'''
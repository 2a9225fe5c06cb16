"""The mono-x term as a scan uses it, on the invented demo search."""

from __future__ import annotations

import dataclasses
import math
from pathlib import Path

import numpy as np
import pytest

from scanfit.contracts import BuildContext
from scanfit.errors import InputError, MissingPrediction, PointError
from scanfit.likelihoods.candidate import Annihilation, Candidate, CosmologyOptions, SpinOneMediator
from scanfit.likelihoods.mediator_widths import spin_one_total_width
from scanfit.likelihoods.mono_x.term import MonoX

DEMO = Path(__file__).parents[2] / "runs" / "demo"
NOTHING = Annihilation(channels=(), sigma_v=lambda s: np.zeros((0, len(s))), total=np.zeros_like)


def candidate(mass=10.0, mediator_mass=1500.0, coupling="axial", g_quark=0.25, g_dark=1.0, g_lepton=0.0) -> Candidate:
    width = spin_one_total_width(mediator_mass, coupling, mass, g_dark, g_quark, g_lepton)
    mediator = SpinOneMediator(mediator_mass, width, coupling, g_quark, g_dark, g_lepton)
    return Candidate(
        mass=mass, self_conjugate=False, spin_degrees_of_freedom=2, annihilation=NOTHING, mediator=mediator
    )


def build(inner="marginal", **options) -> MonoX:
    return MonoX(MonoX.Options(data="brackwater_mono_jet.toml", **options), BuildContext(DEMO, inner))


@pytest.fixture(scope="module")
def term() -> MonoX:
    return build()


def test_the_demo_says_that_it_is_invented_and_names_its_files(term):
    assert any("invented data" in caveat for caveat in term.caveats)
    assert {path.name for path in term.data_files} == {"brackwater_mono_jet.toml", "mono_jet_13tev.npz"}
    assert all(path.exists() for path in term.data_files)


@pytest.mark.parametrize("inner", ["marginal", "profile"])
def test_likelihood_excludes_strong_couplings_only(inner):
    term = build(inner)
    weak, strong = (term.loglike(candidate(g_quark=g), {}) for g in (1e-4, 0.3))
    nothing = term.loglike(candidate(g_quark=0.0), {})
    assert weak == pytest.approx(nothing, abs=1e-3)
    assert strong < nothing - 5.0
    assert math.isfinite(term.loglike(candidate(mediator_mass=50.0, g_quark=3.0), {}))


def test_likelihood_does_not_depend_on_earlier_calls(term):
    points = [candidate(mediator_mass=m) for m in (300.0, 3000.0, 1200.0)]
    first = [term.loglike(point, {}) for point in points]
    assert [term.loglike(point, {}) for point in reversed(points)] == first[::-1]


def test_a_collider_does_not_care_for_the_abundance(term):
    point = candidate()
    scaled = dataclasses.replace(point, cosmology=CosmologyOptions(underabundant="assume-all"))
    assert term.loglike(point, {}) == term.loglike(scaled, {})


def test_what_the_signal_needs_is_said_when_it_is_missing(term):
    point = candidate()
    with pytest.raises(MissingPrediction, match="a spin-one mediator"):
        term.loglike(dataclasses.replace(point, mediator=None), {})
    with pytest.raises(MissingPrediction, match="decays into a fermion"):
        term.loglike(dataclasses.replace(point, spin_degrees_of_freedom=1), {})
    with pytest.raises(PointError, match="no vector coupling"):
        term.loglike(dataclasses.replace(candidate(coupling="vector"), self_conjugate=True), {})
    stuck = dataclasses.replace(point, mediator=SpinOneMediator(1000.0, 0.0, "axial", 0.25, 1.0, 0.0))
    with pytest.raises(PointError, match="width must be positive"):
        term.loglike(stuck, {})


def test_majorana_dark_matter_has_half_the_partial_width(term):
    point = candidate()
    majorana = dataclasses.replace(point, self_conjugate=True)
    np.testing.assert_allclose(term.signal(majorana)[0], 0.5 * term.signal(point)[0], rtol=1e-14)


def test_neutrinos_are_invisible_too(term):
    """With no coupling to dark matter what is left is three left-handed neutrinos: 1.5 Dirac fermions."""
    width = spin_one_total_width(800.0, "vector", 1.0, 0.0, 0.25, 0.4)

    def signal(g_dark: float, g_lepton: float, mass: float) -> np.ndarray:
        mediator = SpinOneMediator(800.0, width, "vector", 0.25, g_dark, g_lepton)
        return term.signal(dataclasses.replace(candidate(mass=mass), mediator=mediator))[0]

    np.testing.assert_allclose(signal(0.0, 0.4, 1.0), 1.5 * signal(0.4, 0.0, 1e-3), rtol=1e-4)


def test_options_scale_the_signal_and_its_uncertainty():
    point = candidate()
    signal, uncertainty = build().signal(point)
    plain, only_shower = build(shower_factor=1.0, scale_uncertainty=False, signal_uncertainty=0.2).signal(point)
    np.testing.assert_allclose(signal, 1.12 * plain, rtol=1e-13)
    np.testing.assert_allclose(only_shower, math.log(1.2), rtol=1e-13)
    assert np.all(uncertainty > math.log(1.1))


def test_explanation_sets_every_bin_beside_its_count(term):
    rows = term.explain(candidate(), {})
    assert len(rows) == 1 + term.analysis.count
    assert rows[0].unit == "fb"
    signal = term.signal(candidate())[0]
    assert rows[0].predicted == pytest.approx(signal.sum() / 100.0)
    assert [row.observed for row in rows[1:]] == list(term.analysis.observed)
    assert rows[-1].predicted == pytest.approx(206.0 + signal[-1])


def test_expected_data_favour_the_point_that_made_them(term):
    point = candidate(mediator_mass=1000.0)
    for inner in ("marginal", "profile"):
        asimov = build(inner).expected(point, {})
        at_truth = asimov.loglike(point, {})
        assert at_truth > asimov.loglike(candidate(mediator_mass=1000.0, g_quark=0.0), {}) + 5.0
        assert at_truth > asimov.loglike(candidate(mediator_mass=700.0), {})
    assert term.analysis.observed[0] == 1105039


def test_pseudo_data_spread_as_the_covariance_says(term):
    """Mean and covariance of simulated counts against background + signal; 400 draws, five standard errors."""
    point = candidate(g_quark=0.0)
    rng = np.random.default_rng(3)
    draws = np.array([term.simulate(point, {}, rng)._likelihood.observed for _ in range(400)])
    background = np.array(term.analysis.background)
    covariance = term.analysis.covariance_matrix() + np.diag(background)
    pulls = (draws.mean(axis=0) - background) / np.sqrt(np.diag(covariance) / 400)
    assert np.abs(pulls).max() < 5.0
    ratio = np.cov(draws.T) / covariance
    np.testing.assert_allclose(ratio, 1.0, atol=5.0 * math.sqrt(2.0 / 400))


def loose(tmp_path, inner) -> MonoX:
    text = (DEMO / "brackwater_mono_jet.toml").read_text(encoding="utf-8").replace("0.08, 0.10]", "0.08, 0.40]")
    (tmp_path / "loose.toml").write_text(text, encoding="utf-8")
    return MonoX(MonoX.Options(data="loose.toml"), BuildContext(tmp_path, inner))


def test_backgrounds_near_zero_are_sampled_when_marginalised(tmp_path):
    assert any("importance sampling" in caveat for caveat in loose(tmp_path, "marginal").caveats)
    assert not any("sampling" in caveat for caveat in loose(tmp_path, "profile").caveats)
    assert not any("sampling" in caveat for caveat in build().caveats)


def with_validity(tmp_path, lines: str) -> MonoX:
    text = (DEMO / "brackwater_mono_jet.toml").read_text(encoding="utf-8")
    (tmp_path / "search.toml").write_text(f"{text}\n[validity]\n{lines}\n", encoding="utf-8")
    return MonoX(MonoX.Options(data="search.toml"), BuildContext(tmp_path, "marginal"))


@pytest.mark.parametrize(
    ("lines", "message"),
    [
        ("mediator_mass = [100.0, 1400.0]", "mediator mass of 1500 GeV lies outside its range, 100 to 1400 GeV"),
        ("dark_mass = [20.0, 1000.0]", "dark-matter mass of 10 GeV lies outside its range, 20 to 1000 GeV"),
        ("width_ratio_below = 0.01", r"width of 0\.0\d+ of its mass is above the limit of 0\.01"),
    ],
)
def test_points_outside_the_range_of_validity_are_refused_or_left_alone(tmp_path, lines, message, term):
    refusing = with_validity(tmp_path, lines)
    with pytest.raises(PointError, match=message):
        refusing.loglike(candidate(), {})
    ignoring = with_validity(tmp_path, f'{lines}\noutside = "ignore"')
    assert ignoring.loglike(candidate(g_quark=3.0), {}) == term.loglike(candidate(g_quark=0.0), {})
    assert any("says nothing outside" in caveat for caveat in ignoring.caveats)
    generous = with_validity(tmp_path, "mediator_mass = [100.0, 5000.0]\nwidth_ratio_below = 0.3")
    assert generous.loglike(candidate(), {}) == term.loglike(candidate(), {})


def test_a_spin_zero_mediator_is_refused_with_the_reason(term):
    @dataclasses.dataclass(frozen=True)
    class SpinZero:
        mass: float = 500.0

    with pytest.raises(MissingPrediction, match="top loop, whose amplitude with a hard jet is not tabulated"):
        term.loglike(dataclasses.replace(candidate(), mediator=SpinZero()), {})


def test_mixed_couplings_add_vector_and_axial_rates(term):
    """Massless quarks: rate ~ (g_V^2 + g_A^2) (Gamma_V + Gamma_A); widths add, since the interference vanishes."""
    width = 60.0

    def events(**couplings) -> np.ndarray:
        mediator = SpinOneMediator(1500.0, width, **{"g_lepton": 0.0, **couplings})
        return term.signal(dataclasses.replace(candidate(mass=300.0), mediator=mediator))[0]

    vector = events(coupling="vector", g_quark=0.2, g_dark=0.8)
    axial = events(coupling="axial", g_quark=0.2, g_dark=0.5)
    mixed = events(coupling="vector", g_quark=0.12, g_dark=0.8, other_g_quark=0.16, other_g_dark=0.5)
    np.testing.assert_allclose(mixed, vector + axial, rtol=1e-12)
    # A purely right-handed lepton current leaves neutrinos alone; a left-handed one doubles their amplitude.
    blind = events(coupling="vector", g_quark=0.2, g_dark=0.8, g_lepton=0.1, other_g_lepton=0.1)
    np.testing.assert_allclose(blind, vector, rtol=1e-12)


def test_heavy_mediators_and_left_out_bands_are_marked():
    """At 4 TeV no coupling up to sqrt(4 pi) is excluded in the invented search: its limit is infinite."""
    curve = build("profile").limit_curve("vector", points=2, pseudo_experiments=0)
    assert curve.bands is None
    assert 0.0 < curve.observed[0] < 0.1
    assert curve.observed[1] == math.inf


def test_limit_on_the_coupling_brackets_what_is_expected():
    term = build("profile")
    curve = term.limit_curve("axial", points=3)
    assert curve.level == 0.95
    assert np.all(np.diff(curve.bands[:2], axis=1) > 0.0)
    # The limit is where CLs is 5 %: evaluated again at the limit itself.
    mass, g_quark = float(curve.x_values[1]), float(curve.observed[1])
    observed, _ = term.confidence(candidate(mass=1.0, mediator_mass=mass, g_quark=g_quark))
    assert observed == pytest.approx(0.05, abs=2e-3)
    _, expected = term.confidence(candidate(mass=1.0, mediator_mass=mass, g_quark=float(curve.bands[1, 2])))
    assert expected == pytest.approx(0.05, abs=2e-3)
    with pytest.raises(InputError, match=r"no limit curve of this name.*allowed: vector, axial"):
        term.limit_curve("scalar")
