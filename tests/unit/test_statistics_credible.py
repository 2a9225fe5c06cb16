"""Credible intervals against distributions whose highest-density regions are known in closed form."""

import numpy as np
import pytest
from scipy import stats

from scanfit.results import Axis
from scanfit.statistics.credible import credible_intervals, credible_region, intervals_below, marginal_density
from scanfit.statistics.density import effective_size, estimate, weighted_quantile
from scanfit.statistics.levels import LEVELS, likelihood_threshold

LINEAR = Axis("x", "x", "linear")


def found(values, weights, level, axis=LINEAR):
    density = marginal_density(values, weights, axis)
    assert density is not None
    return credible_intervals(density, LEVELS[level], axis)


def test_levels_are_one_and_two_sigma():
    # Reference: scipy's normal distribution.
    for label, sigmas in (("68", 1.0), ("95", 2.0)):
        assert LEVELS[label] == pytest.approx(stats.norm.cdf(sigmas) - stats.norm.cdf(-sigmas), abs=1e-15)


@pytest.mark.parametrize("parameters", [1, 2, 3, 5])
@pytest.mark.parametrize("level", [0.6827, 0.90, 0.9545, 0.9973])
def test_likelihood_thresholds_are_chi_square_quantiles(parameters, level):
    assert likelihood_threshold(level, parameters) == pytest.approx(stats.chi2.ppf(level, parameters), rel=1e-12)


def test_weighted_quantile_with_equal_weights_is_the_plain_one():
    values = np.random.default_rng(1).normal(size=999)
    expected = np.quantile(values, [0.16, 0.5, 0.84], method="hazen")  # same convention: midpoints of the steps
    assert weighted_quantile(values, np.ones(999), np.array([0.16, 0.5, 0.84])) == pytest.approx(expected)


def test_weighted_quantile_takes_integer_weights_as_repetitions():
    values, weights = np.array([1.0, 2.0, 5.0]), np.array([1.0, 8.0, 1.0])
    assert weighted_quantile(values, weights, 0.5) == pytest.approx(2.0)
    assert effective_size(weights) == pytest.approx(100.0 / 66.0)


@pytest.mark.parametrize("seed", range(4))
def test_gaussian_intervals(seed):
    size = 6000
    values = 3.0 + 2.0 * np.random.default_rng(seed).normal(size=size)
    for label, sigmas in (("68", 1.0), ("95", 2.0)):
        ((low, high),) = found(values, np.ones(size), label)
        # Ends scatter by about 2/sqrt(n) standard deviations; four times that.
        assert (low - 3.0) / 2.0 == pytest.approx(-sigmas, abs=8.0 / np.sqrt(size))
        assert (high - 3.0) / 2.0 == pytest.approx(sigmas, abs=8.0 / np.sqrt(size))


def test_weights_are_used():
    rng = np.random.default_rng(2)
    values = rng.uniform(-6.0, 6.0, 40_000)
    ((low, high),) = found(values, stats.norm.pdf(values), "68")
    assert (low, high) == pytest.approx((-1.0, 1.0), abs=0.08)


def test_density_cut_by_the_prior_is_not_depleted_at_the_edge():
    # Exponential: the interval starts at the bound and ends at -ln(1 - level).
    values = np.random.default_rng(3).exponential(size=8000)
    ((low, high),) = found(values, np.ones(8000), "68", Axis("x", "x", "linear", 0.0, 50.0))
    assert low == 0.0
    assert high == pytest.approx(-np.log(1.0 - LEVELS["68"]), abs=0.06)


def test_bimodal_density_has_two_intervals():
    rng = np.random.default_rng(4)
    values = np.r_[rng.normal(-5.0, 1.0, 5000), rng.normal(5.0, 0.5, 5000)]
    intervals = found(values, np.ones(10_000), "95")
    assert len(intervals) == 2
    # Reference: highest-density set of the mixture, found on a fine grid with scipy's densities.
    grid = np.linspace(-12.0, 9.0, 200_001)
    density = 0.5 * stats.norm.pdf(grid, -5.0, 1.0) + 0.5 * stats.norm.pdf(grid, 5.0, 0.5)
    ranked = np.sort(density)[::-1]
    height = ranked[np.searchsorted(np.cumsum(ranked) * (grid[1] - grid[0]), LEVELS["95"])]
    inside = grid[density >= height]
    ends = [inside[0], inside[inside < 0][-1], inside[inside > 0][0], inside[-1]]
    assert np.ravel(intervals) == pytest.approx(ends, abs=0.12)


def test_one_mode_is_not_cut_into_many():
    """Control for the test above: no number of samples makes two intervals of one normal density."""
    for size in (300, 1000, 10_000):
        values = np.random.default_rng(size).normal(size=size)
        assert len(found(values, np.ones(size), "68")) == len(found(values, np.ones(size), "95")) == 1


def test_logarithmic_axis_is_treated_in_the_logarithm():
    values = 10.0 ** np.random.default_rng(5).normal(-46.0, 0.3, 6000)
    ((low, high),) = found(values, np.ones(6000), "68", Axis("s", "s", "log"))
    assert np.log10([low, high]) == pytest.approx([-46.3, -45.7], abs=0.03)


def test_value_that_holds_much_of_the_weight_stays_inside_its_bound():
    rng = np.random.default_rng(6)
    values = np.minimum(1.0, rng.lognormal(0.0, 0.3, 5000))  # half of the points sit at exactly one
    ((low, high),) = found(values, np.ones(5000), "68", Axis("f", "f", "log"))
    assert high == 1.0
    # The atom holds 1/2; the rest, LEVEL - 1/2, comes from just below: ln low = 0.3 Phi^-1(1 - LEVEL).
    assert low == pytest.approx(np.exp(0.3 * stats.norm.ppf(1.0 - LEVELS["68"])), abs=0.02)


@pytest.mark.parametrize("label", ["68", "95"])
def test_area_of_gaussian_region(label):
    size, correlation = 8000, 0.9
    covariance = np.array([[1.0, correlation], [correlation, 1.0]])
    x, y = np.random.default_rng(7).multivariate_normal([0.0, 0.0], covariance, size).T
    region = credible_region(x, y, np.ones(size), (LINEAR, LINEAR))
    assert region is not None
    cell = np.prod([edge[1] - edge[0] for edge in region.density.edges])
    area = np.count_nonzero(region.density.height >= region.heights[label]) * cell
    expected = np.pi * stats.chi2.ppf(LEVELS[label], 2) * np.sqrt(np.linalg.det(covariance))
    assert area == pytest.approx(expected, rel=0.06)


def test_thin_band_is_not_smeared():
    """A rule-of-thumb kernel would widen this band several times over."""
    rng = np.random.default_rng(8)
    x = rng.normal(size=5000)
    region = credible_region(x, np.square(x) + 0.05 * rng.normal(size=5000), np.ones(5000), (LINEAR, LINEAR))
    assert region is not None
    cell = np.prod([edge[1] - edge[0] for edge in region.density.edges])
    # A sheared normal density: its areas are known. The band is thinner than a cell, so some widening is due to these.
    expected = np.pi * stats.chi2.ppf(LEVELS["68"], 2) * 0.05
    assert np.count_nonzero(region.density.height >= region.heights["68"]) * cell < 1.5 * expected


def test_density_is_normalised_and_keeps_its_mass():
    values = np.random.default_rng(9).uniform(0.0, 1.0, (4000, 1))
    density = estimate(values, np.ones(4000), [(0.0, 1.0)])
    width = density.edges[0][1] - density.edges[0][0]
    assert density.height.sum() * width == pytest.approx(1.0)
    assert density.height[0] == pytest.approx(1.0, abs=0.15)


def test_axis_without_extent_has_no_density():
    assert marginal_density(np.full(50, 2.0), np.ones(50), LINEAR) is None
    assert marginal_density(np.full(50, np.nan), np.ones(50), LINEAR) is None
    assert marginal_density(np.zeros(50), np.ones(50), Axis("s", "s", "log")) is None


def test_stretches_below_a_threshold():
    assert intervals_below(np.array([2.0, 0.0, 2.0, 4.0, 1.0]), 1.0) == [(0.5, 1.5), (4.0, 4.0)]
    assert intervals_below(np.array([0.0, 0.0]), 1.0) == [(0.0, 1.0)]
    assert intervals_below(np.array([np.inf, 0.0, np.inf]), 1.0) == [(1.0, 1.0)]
'''
:: EXERCISE DETAILS ::
Your task is to copy each line of the entries that includes the word "standard".

:: TASK RESPONSE ::
    """Mean and covariance of simulated counts against background + signal; 400 draws, five standard errors."""
        # Ends scatter by about 2/sqrt(n) standard deviations; four times that.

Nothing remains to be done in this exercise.